Ausgabe vom 22. Februar 2019

Gartenstadt: Gutes für die Stadtgesellschaft

BESONDERE EHRERBIETUNG: Wegen des sozialen Charakters des Rüppurrer Bauprojekts war neben vielen Stadträten und Bürgermeister Fluhrer Amtskollege Lenz Gast beim Richtfest. Foto: Fränkle

BESONDERE EHRERBIETUNG: Wegen des sozialen Charakters des Rüppurrer Bauprojekts war neben vielen Stadträten und Bürgermeister Fluhrer Amtskollege Lenz Gast beim Richtfest. Foto: Fränkle

 

In Rüppurr entstehen städtisch geförderte Sozialwohnungen bis wohl Frühjahr 2020

Dem Mangel an bezahlbarem Wohnraum wirkt ein Neubauprojekt in Rüppurr entgegen, das vorige Woche Richtfest im Krokusweg feierte. Dort und im Dahlienweg entstehen in drei Gebäuden insgesamt 38 Sozialwohnungen, die im Frühjahr 2020 bezugsfertig sein sollen.

„Mit Eifer und mit viel Bedacht ward unser stolzes Werk erbracht“, hob ein Bauarbeiter das Zusammenwirken von Planenden und Umsetzenden beim Richtspruch hervor. Kein Zimmermann, die mehrgeschossigen, im Gros barrierefreien Bauten haben ein Beton-Flachdach.

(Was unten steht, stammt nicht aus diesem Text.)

// The local payments service (scripts/fakes/payments/server.mjs) as a child `node` process on
// 127.0.0.1, any free port. Fresh random API and webhook secrets per start, passed to the server
// through env; the server registers its webhook URL with the fake at boot.
// With `persist` (npm start), the fake keeps its state in `<dir>/state.json` across restarts
// (customers, subscriptions, invoices, events...); otherwise (tests) in memory only, or in an
// explicit `stateFile`.
import { spawn } from 'node:child_process';
import { randomBytes } from 'node:crypto';
import fs from 'node:fs';
import path from 'node:path';
import { createInterface } from 'node:readline';
import { fileURLToPath } from 'node:url';

const here = path.dirname(fileURLToPath(import.meta.url));
const SERVER = path.resolve(here, '../fakes/payments/server.mjs');

export async function start({
  log = () => undefined,
  port = 0,
  retryBaseMs = 500,
  dir,
  persist = false,
  stateFile = persist && dir ? path.join(dir, 'state.json') : undefined,
} = {}) {
  if (stateFile) fs.mkdirSync(path.dirname(stateFile), { recursive: true });
  const secretKey = `sk_test_${randomBytes(18).toString('hex')}`;
  const webhookSecret = `whsec_${randomBytes(24).toString('base64url')}`;
  const child = spawn(process.execPath, [SERVER], {
    stdio: ['ignore', 'pipe', 'inherit'],
    env: {
      PATH: process.env.PATH,
      PORT: String(port),
      PAYMENTS_SECRET_KEY: secretKey,
      PAYMENTS_WEBHOOK_SECRET: webhookSecret,
      WEBHOOK_RETRY_BASE_MS: String(retryBaseMs),
      ...(stateFile ? { PAYMENTS_STATE_FILE: stateFile } : {}),
    },
  });
  const exited = new Promise((resolve) => child.once('exit', resolve));
  const first = await new Promise((resolve, reject) => {
    createInterface({ input: child.stdout }).once('line', resolve);
    child.once('exit', (code) => reject(new Error(`payments fake exited (${code})`)));
  });
  const url = `http://127.0.0.1:${JSON.parse(first).port}`;
  log(
    `Payments fake on ${url} (pid ${child.pid}; ${stateFile ? `state kept in ${stateFile}` : 'state in memory'})`,
  );
  return {
    env: {
      PAYMENTS_API_URL: url,
      PAYMENTS_SECRET_KEY: secretKey,
      PAYMENTS_WEBHOOK_SECRET: webhookSecret,
      PAYMENTS_REGISTER_WEBHOOK: 'true',
    },
    urls: [['payments fake', url]],
    pid: child.pid,
    stop: async () => {
      if (child.exitCode === null) child.kill('SIGTERM');
      await exited;
    },
  };
}
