import {
  Check,
  Column,
  CreateDateColumn,
  Entity,
  Index,
  JoinColumn,
  ManyToOne,
  PrimaryGeneratedColumn,
} from 'typeorm';
import type { Role } from '../common/decorators/access.decorator.js';
import { OrganizationEntity } from '../organizations/organization.entity.js';
import { UserEntity } from '../users/user.entity.js';

/** An e-mailed invitation to join an organisation with a role; only the token's hash is kept. */
@Entity('invites')
@Check('invites_role_check', `role IN ('owner', 'admin', 'developer', 'photographer')`)
@Index('ix_invites_org', ['organizationId', 'createdAt'])
@Index('uq_invites_token_hash', ['tokenHash'], { unique: true })
export class InviteEntity {
  @PrimaryGeneratedColumn('uuid')
  id: string;

  @Column({ type: 'uuid' })
  organizationId: string;

  @ManyToOne(() => OrganizationEntity, { onDelete: 'CASCADE' })
  @JoinColumn({ name: 'organization_id', foreignKeyConstraintName: 'fk_invites_organization' })
  organization?: OrganizationEntity;

  @Column({ type: 'citext' })
  email: string;

  @Column({ type: 'text' })
  role: Role;

  @Column({ type: 'text' })
  tokenHash: string;

  @Column({ type: 'uuid', nullable: true })
  invitedByUserId: string | null;

  @ManyToOne(() => UserEntity, { onDelete: 'SET NULL' })
  @JoinColumn({ name: 'invited_by_user_id', foreignKeyConstraintName: 'fk_invites_invited_by' })
  invitedBy?: UserEntity | null;

  @Column({ type: 'timestamptz' })
  expiresAt: Date;

  @Column({ type: 'timestamptz' })
  lastSentAt: Date;

  @Column({ type: 'timestamptz', nullable: true })
  acceptedAt: Date | null;

  @Column({ type: 'timestamptz', nullable: true })
  canceledAt: Date | null;

  @CreateDateColumn({ type: 'timestamptz' })
  createdAt: Date;
}
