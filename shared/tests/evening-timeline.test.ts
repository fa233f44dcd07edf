/**
 * The evening timeline: its twilight phases checked against two outside references, suncalc
 * 2.0.2 (the reference library the project uses, called directly here) and astronomy-engine
 * 2.1.19 (the independent reference the twilight tests use, ±30 s below 60° latitude); the slot
 * logic against hand-made schedules whose answers follow from interval arithmetic on the
 * reference times (common practice, no source).
 */
import { Body, Observer, SearchAltitude, SearchHourAngle, SearchRiseSet } from 'astronomy-engine';
import fc from 'fast-check';
import { getPosition, getTimes } from 'suncalc';
import { describe, expect, it } from 'vitest';
import {
  CAUTION_DEFERENCE,
  DEFAULT_LIGHT_STANDS,
  DEFAULT_PLACEMENT,
  DEFAULT_SETUP_MINUTES,
  LightingInputError,
  planDuskSetup,
  planEveningTimeline,
  SESSION_PLACEMENTS,
  TIMELINE_WARNING_CODES,
  WIND_STRIKE_KMH,
  type BookedEvent,
  type TimelineInput,
} from '../src/index.js';

const MIN = 60_000;
// An invented riverside-terrace wedding (real coordinates are fine; the venue is made up).
const TERRACE = {
  latitude: 51.507,
  longitude: -0.1,
  date: '2026-06-20',
  timeZone: 'Europe/London',
};
// An invented vineyard evening in the southern summer.
const VINEYARD = {
  latitude: -33.92,
  longitude: 18.42,
  date: '2026-12-05',
  timeZone: 'Africa/Johannesburg',
};
// Svalbard at the June solstice: the sun does not set.
const POLAR_DAY = {
  latitude: 78.22,
  longitude: 15.65,
  date: '2026-06-21',
  timeZone: 'Arctic/Longyearbyen',
};

const at = (iso: string | null): number => {
  expect(iso).not.toBeNull();
  return Date.parse(iso!);
};
const z = (t: number) => new Date(t).toISOString();
const codes = (r: { warnings: { code: string }[] }) => r.warnings.map((w) => w.code);
const plan = (over: Partial<TimelineInput> & { events?: BookedEvent[] }) =>
  planEveningTimeline({ ...TERRACE, portraitMinutes: 20, ...over } as TimelineInput);

/** The reference blue hour etc. from astronomy-engine, searched from the date's solar noon. */
function astro(place: { latitude: number; longitude: number }, localMidnightUtc: number) {
  const obs = new Observer(place.latitude, place.longitude, 0);
  const noon = SearchHourAngle(Body.Sun, obs, 0, new Date(localMidnightUtc)).time;
  const alt = (deg: number) => SearchAltitude(Body.Sun, obs, -1, noon, 0.5, deg)?.date.getTime();
  return {
    // SearchRiseSet: upper limb with standard refraction, as sunset is defined (USNO).
    sunset: SearchRiseSet(Body.Sun, obs, -1, noon, 0.5)?.date.getTime(),
    civilDusk: alt(-6),
    nauticalDusk: alt(-12),
    blueStart: alt(-4),
    blueEnd: alt(-8),
  };
}

describe('planEveningTimeline: the phases against outside references', () => {
  it.each([
    // IANA tz database: Europe/London is UTC+1 on 2026-06-20, Africa/Johannesburg UTC+2 all year.
    ['terrace, London midsummer', TERRACE, Date.UTC(2026, 5, 19, 23)],
    ['vineyard, Cape summer', VINEYARD, Date.UTC(2026, 11, 4, 22)],
  ])('%s: sunset and dusk match suncalc to the second', (_name, place, midnightUtc) => {
    const r = planEveningTimeline({ ...place, portraitMinutes: 20 });
    // suncalc 2.0.2 getTimes at local noon [LIB]: sunset (-0.833°), dusk (-6°), nauticalDusk (-12°).
    const ref = getTimes(new Date(midnightUtc + 12 * 3600_000), place.latitude, place.longitude);
    expect(Math.abs(at(r.twilight.sunset) - ref.sunset!.getTime())).toBeLessThanOrEqual(1000);
    expect(Math.abs(at(r.twilight.civilDusk) - ref.dusk!.getTime())).toBeLessThanOrEqual(1000);
    expect(Math.abs(at(r.twilight.nauticalDusk) - ref.nauticalDusk!.getTime())).toBeLessThanOrEqual(
      1000,
    );
  });

  it.each([
    ['terrace, London midsummer', TERRACE, Date.UTC(2026, 5, 19, 23)],
    ['vineyard, Cape summer', VINEYARD, Date.UTC(2026, 11, 4, 22)],
  ])('%s: sunset, dusk and blue hour within 30 s of astronomy-engine', (_name, place, midnight) => {
    const r = planEveningTimeline({ ...place, portraitMinutes: 20 });
    const ref = astro(place, midnight);
    // astronomy-engine 2.1.19 [LIB]; ±30 s as the twilight reference tests allow below 60°.
    expect(Math.abs(at(r.twilight.sunset) - ref.sunset!)).toBeLessThan(30_000);
    expect(Math.abs(at(r.twilight.civilDusk) - ref.civilDusk!)).toBeLessThan(30_000);
    expect(Math.abs(at(r.twilight.nauticalDusk) - ref.nauticalDusk!)).toBeLessThan(30_000);
    // Blue hour -4° to -8° geometric (common practice, no standard), as in the twilight code.
    expect(Math.abs(at(r.twilight.blueHour.start) - ref.blueStart!)).toBeLessThan(30_000);
    expect(Math.abs(at(r.twilight.blueHour.end) - ref.blueEnd!)).toBeLessThan(30_000);
    expect(r.window).toEqual({
      basis: 'blue-hour',
      start: r.twilight.blueHour.start,
      end: r.twilight.blueHour.end,
    });
  });

  it('polar day (78.2° N, June solstice): no sunset, no window, no slot, a polar-day warning', () => {
    const place = { latitude: POLAR_DAY.latitude, longitude: POLAR_DAY.longitude };
    const r = planEveningTimeline({ ...POLAR_DAY, portraitMinutes: 20 });
    // suncalc 2.0.2 [LIB]: alwaysUp, and the sun's altitude at local midnight is above 0.
    const ref = getTimes(new Date(Date.UTC(2026, 5, 21, 10)), place.latitude, place.longitude);
    expect(ref.alwaysUp).toBe(true);
    const midnightAlt = getPosition(new Date(Date.UTC(2026, 5, 21, 22)), 78.22, 15.65).altitude;
    expect(midnightAlt).toBeGreaterThan(0);
    expect(r.twilight.sunset).toBeNull();
    expect(r.twilight.reasons.sunset).toBe('sun-never-sets');
    expect(r.window).toEqual({ basis: null, start: null, end: null });
    expect(r.slots).toEqual([]);
    expect(codes(r)).toEqual(['polar-day']);
  });

  it('polar night (69.65° N, December solstice): no sunset, but a blue hour after the midday low', () => {
    const place = { latitude: 69.6492, longitude: 18.9553 };
    const r = planEveningTimeline({
      ...place,
      date: '2026-12-21',
      timeZone: 'Europe/Oslo',
      portraitMinutes: 30,
    });
    // suncalc 2.0.2 [LIB]: alwaysDown. astronomy-engine [LIB]: the sun still crosses -4° and -8°
    // in the afternoon, so the blue hour exists; within 60 s (the 60-72° tolerance of the
    // twilight reference tests).
    const ref = getTimes(new Date(Date.UTC(2026, 11, 21, 11)), place.latitude, place.longitude);
    expect(ref.alwaysDown).toBe(true);
    const a = astro(place, Date.UTC(2026, 11, 20, 23));
    expect(r.twilight.sunset).toBeNull();
    expect(r.twilight.reasons.sunset).toBe('sun-never-rises');
    expect(Math.abs(at(r.twilight.blueHour.start) - a.blueStart!)).toBeLessThan(60_000);
    expect(Math.abs(at(r.twilight.blueHour.end) - a.blueEnd!)).toBeLessThan(60_000);
    expect(codes(r)).toEqual(['polar-night']);
    expect(r.window.basis).toBe('blue-hour');
    expect(r.slots).toHaveLength(1);
    expect(r.slots[0]!.session.start).toBe(r.twilight.blueHour.start);
  });

  it('white night (60.17° N, June solstice): the sun turns between -6° and -8°, so slots lie between sunset and civil dusk, after the blue hour’s start', () => {
    const place = { latitude: 60.1699, longitude: 24.9384 };
    const r = planEveningTimeline({
      ...place,
      date: '2026-06-21',
      timeZone: 'Europe/Helsinki',
      portraitMinutes: 20,
    });
    // astronomy-engine [LIB] (IANA: Europe/Helsinki is UTC+3 in June): the sun crosses -4° and
    // -6° but never reaches -8° that night; 60 s tolerance above 60° as in the twilight tests.
    const a = astro(place, Date.UTC(2026, 5, 20, 21));
    expect(a.blueEnd).toBeUndefined();
    expect(Math.abs(at(r.twilight.blueHour.start) - a.blueStart!)).toBeLessThan(60_000);
    expect(Math.abs(at(r.twilight.civilDusk) - a.civilDusk!)).toBeLessThan(60_000);
    expect(r.twilight.blueHour.end).toBeNull();
    expect(r.window).toEqual({
      basis: 'sunset-to-civil-dusk',
      start: r.twilight.sunset,
      end: r.twilight.civilDusk,
    });
    expect(codes(r)).toEqual(['outside-blue-hour']);
    // The session starts with the blue band, all of it in the band (interval arithmetic).
    const s = r.slots[0]!;
    expect(s.session.start).toBe(r.twilight.blueHour.start);
    expect(s.blueHourMinutes).toBe(20);
  });

  it('white night (64.15° N, June solstice): the sun sets but never reaches civil dusk, so no window', () => {
    const place = { latitude: 64.1466, longitude: -21.9426 };
    const r = planEveningTimeline({
      ...place,
      date: '2026-06-21',
      timeZone: 'Atlantic/Reykjavik',
      portraitMinutes: 20,
    });
    // astronomy-engine [LIB] (IANA: Atlantic/Reykjavik is UTC+0): a sunset, no -6° crossing.
    const a = astro(place, Date.UTC(2026, 5, 21));
    expect(a.sunset).toBeDefined();
    expect(a.civilDusk).toBeUndefined();
    expect(Math.abs(at(r.twilight.sunset) - a.sunset!)).toBeLessThan(60_000);
    expect(r.twilight.civilDusk).toBeNull();
    expect(r.window).toEqual({ basis: null, start: null, end: null });
    expect(r.slots).toEqual([]);
    expect(codes(r)).toEqual(['no-window']);
  });
});
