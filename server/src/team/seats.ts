// The plan's `seats`: members plus pending invitations (not accepted, not canceled, not expired).
// Checked with the organisation's row locked, so two invitations or two acceptances racing for the
// last seat serialise and only one of them gets it; a plan change (webhook) waits on the same lock.
import type { DataSource, EntityManager } from 'typeorm';
import { DomainError } from '../common/errors/domain-error.js';

export interface SeatUsage {
  /** The plan's seats. */
  seats: number;
  planCode: string;
  planName: string;
  members: number;
  /** Invitations that can still be accepted. */
  pendingInvites: number;
  /** members + pendingInvites. */
  used: number;
}

interface SeatRow {
  code: string;
  name: string;
  seats: number;
  members: number;
  pending: number;
}

/**
 * Where the organisation stands. With `lock` (inside a transaction) the organisation's row is held
 * until commit; `exceptInviteId` leaves one invitation out of the pending count.
 */
export async function seatUsage(
  em: EntityManager | DataSource,
  organizationId: string,
  opts: { lock?: boolean; exceptInviteId?: string } = {},
): Promise<SeatUsage> {
  // FOR NO KEY UPDATE conflicts with itself and with plan changes, but not with the key-share
  // locks that inserts of keys, setups or usage take on the organisation.
  if (opts.lock) {
    await em.query(`SELECT id FROM organizations WHERE id = $1 FOR NO KEY UPDATE`, [
      organizationId,
    ]);
  }
  const rows: SeatRow[] = await em.query(
    `SELECT p.code, p.name, p.seats,
            (SELECT count(*)::int FROM memberships WHERE organization_id = $1) AS members,
            (SELECT count(*)::int FROM invites
              WHERE organization_id = $1 AND accepted_at IS NULL AND canceled_at IS NULL
                AND expires_at > now() AND id IS DISTINCT FROM $2::uuid) AS pending
       FROM plans p
      WHERE p.code = coalesce((SELECT plan_code FROM organizations WHERE id = $1), 'free')
         OR p.code = 'free'
      ORDER BY (p.code = 'free')
      LIMIT 1`,
    [organizationId, opts.exceptInviteId ?? null],
  );
  const r = rows[0];
  if (!r) throw new Error('the plans table has no free plan');
  return {
    seats: r.seats,
    planCode: r.code,
    planName: r.name,
    members: r.members,
    pendingInvites: r.pending,
    used: r.members + r.pending,
  };
}

const plural = (n: number, one: string, many = `${one}s`) => `${n} ${n === 1 ? one : many}`;

/** The problem's machine-readable part, shared by every seat refusal. */
const seatFields = (u: SeatUsage) => ({
  limit: 'seats',
  limitValue: u.seats,
  count: u.used,
  members: u.members,
  pendingInvites: u.pendingInvites,
  planCode: u.planCode,
});

/** A new pending invitation needs a free seat (members + pending invitations < seats). */
export function assertSeatForInvite(u: SeatUsage): void {
  if (u.used < u.seats) return;
  throw new DomainError(
    'conflict',
    `Your plan has ${plural(u.seats, 'seat')}: ${plural(u.members, 'member')} and ${plural(u.pendingInvites, 'pending invite')}. Remove a member, cancel an invite or change plan.`,
    [],
    {},
    seatFields(u),
  );
}

/**
 * Accepting turns the caller's own pending invitation into a member, so only members count here:
 * the seat is refused when the members already fill the plan (e.g. the plan was lowered since).
 */
export function assertSeatForAccept(u: SeatUsage, organizationName: string, until: Date): void {
  if (u.members < u.seats) return;
  throw new DomainError(
    'conflict',
    `${organizationName} has no free seat: its plan has ${plural(u.seats, 'seat')} and ${plural(u.members, 'member')}. Ask the person who invited you to free a seat or change plan; this invitation stays valid until ${until.toUTCString()}.`,
    [],
    {},
    seatFields(u),
  );
}

/** A plan change asked for from the console must leave every member a seat. */
export function assertSeatsForPlan(
  u: SeatUsage,
  target: { code: string; name: string; seats: number },
): void {
  if (u.members <= target.seats) return;
  const over = u.members - target.seats;
  throw new DomainError(
    'conflict',
    `The ${target.name} plan has ${plural(target.seats, 'seat')} and your studio has ${plural(u.members, 'member')}. Remove ${plural(over, 'member')} before changing to ${target.name}.`,
    [{ field: 'planCode', reason: `has ${plural(target.seats, 'seat')}, fewer than your members` }],
    {},
    { ...seatFields(u), limitValue: target.seats, planCode: target.code, removeMembers: over },
  );
}
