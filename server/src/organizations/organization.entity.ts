import {
  Column,
  CreateDateColumn,
  Entity,
  JoinColumn,
  ManyToOne,
  PrimaryGeneratedColumn,
  UpdateDateColumn,
} from 'typeorm';
import { PlanEntity } from '../plans/plan.entity.js';

/** A studio, or a company that builds photographers' apps: the tenant everything belongs to. */
@Entity('organizations')
export class OrganizationEntity {
  @PrimaryGeneratedColumn('uuid')
  id: string;

  @Column({ type: 'text' })
  name: string;

  /** The plan's code; the plans feature owns the plans table and its foreign key. */
  @Column({ type: 'text', default: 'free' })
  planCode: string;

  /** The foreign key is created by the plans migration (fk_organizations_plan). */
  @ManyToOne(() => PlanEntity, { onUpdate: 'CASCADE', onDelete: 'NO ACTION' })
  @JoinColumn({
    name: 'plan_code',
    referencedColumnName: 'code',
    foreignKeyConstraintName: 'fk_organizations_plan',
  })
  plan?: PlanEntity;

  @CreateDateColumn({ type: 'timestamptz' })
  createdAt: Date;

  @UpdateDateColumn({ type: 'timestamptz' })
  updatedAt: Date;
}
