// Local stand-ins for hosted services, each on loopback: started by `npm start` and the tests.
// A fake is a module under scripts/lib exporting start({dir, log, persist}) → {env, urls, stop};
// `persist` asks a fake that can to keep its state in `dir` across restarts (npm start does).
import fs from 'node:fs';
import path from 'node:path';
import { fileURLToPath } from 'node:url';

const here = path.dirname(fileURLToPath(import.meta.url));
const FAKES = ['maildev.mjs', 'payments-fake.mjs', 's3-fake.mjs'];

export async function startFakes({ root, dataDir, log = console.log, persist = false }) {
  const started = [];
  const env = {};
  const urls = [];
  for (const file of FAKES) {
    const p = path.join(here, file);
    if (!fs.existsSync(p)) continue;
    const mod = await import(p);
    const dir = path.join(dataDir, file.replace(/\.mjs$/, ''));
    const f = await mod.start({ root, dir, log, persist });
    // The mail fake describes itself by its SMTP and inbox URLs.
    if (!f.env && f.smtpUrl) {
      f.env = { SMTP_URL: f.smtpUrl, MAIL_INBOX_URL: f.webUrl };
      f.urls = [['Mail inbox', `${f.webUrl}/`]];
    }
    started.push(f);
    Object.assign(env, f.env ?? {});
    urls.push(...(f.urls ?? []));
  }
  return {
    env,
    urls,
    stop: async () => {
      for (const f of started.reverse()) await f.stop();
    },
  };
}
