// Child-process helpers for the start and test scripts (Node built-ins only).
import { spawn } from 'node:child_process';
import fs from 'node:fs';
import net from 'node:net';
import path from 'node:path';

const children = new Set();

/** Runs a command to completion, streaming its output; resolves with the exit code. */
export function run(cmd, args, opts = {}) {
  return new Promise((resolve) => {
    const child = spawn(cmd, args, { stdio: 'inherit', ...opts });
    children.add(child);
    child.on('exit', (code, signal) => {
      children.delete(child);
      resolve(code ?? (signal ? 128 : 1));
    });
    child.on('error', (err) => {
      children.delete(child);
      console.error(`${cmd}: ${err.message}`);
      resolve(127);
    });
  });
}

/** Runs a command and throws when it fails. */
export async function must(cmd, args, opts = {}) {
  const code = await run(cmd, args, opts);
  if (code !== 0) throw new Error(`${[cmd, ...args].join(' ')} exited with ${code}`);
}

/** Starts a long-running process; returns {child, stop()}. */
export function service(name, cmd, args, opts = {}) {
  const child = spawn(cmd, args, { stdio: 'inherit', ...opts });
  children.add(child);
  child.on('exit', () => children.delete(child));
  return {
    name,
    child,
    pid: child.pid,
    stop: (timeoutMs = 10000) => stopChild(child, timeoutMs),
  };
}

export function stopChild(child, timeoutMs = 10000) {
  return new Promise((resolve) => {
    if (child.exitCode !== null || child.signalCode !== null) return resolve();
    const timer = setTimeout(() => {
      try {
        child.kill('SIGKILL');
      } catch {
        /* already gone */
      }
    }, timeoutMs);
    child.once('exit', () => {
      clearTimeout(timer);
      resolve();
    });
    try {
      child.kill('SIGTERM');
    } catch {
      clearTimeout(timer);
      resolve();
    }
  });
}

/** Stops every child this process started and is still tracking. */
export async function stopAll() {
  await Promise.all([...children].map((c) => stopChild(c)));
}

/** Polls a URL until it answers 2xx or the timeout passes (or `child`, if given, exits). */
export async function waitForHttp(url, timeoutMs = 60000, child = null) {
  const deadline = Date.now() + timeoutMs;
  let last = '';
  while (Date.now() < deadline) {
    if (child && child.exitCode !== null) {
      throw new Error(`the process serving ${url} exited early (code ${child.exitCode})`);
    }
    try {
      const res = await fetch(url);
      if (res.ok) return true;
      last = `HTTP ${res.status}`;
    } catch (e) {
      last = e.message;
    }
    await new Promise((r) => setTimeout(r, 200));
  }
  throw new Error(`${url} did not become ready in ${timeoutMs} ms (${last})`);
}

/** npm ci when node_modules is missing or older than package-lock.json. */
export async function ensureInstalled(root) {
  const marker = path.join(root, 'node_modules', '.package-lock.json');
  const lock = path.join(root, 'package-lock.json');
  const stale = !fs.existsSync(marker) || fs.statSync(marker).mtimeMs < fs.statSync(lock).mtimeMs;
  if (!stale) return false;
  console.log('Installing dependencies (npm ci)…');
  await must('npm', ['ci', '--no-audit', '--no-fund'], {
    cwd: root,
    env: { ...process.env, SCARF_ANALYTICS: 'false' },
  });
  return true;
}

/** Asks the OS for a free loopback port. */
export function freePort() {
  return new Promise((resolve, reject) => {
    const srv = net.createServer();
    srv.unref();
    srv.on('error', reject);
    srv.listen(0, '127.0.0.1', () => {
      const { port } = srv.address();
      srv.close(() => resolve(port));
    });
  });
}
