import { Body, Controller, HttpCode, Post, Req } from '@nestjs/common';
import {
  ApiConflictResponse,
  ApiNotFoundResponse,
  ApiOkResponse,
  ApiOperation,
  ApiTags,
} from '@nestjs/swagger';
import { problem, tooManyRequests } from '../common/decorators/problem-responses.js';
import type { FastifyRequest } from 'fastify';
import { MeResponseDto } from '../auth/dto/auth.dto.js';
import { toMeDto } from '../auth/me.mapper.js';
import { Meta, RequestMeta } from '../auth/request-context.js';
import { Public } from '../common/decorators/access.decorator.js';
import {
  AcceptInviteRequestDto,
  InvitePreviewRequestDto,
  InvitePreviewResponseDto,
} from './dto/team.dto.js';
import { InvitesService } from './invites.service.js';

/** The invitee's side: public, the e-mailed token is the credential (sent in the body, never the URL). */
@ApiTags('team')
@Controller('invites')
export class InvitesController {
  constructor(private readonly invites: InvitesService) {}

  @Post('preview')
  @Public()
  @HttpCode(200)
  @ApiOperation({ summary: 'What an invitation link is for (organisation, role, address).' })
  @ApiOkResponse({ type: InvitePreviewResponseDto })
  @ApiNotFoundResponse({ description: 'Invalid, used, canceled or expired.' })
  previewInvite(@Body() body: InvitePreviewRequestDto): Promise<InvitePreviewResponseDto> {
    return this.invites.preview(body.token);
  }

  @Post('accept')
  @Public()
  @HttpCode(200)
  @ApiOperation({
    summary: 'Accept an invitation as a new or existing account, and sign in.',
    description:
      'Joining takes a seat: when the members already fill the plan\'s seats (e.g. the plan was lowered after the invitation was sent) the answer is a 409 problem with `limit: "seats"` and nothing is written (no account, no membership); the invitation stays valid, so the link works once a seat is free.',
  })
  @ApiOkResponse({ type: MeResponseDto })
  @ApiConflictResponse({ description: 'No free seat in the organisation (`limit: "seats"`).' })
  @problem(404, 'The invitation is invalid, already used, canceled or expired.')
  @tooManyRequests('Too many wrong passwords for the invited account; wait for Retry-After.')
  async acceptInvite(
    @Body() body: AcceptInviteRequestDto,
    @Req() req: FastifyRequest,
    @Meta() meta: RequestMeta,
  ): Promise<MeResponseDto> {
    const s = await this.invites.accept(req, body, meta);
    return toMeDto(s.user, s.organization, s.role);
  }
}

Realisiert durch die Genossenschaft Gartenstadt Karlsruhe, gefördert durch das Land und mit 520000 Euro die Stadt Karlsruhe, fußt das Vorhaben auf einem Ende 2017 gefassten Satzungsbeschluss des Gemeinderats. Der durch zahlreiche Mitglieder vor Ort vertreten war. Mit Baudezernent Daniel Fluhrer und Sozialdezernent Martin Lenz wohnten dem symbolischen Etappenerfolg gleich zwei Bürgermeister bei. „Ich kann wohl in unser beider Namen betonen“, hob Fluhrer hervor: „Sie tun hier etwas Gutes für die Stadtgesellschaft.“

Architekt Bernd Bistritz präsentierte ein mit Herausforderungen etwa durch Denkmalschutz, Grundwasser, Statik „anspruchsvolles“ Projekt mit 500 Tonnen verbautem Stahl und zwei Tiefgaragen für 56 Stellplätze. Nicht zuletzt dankte er der niedrigere Höhen und andere Aussichten gewöhnten Nachbarschaft – Schwierigkeiten seien am Ende „ganz gut lösbar“ gewesen. Nach ersten Skizzen 2014 und dem Bebauungsplan im Folgejahr sei auch zu konstatieren, „dass wir länger planen als bauen“.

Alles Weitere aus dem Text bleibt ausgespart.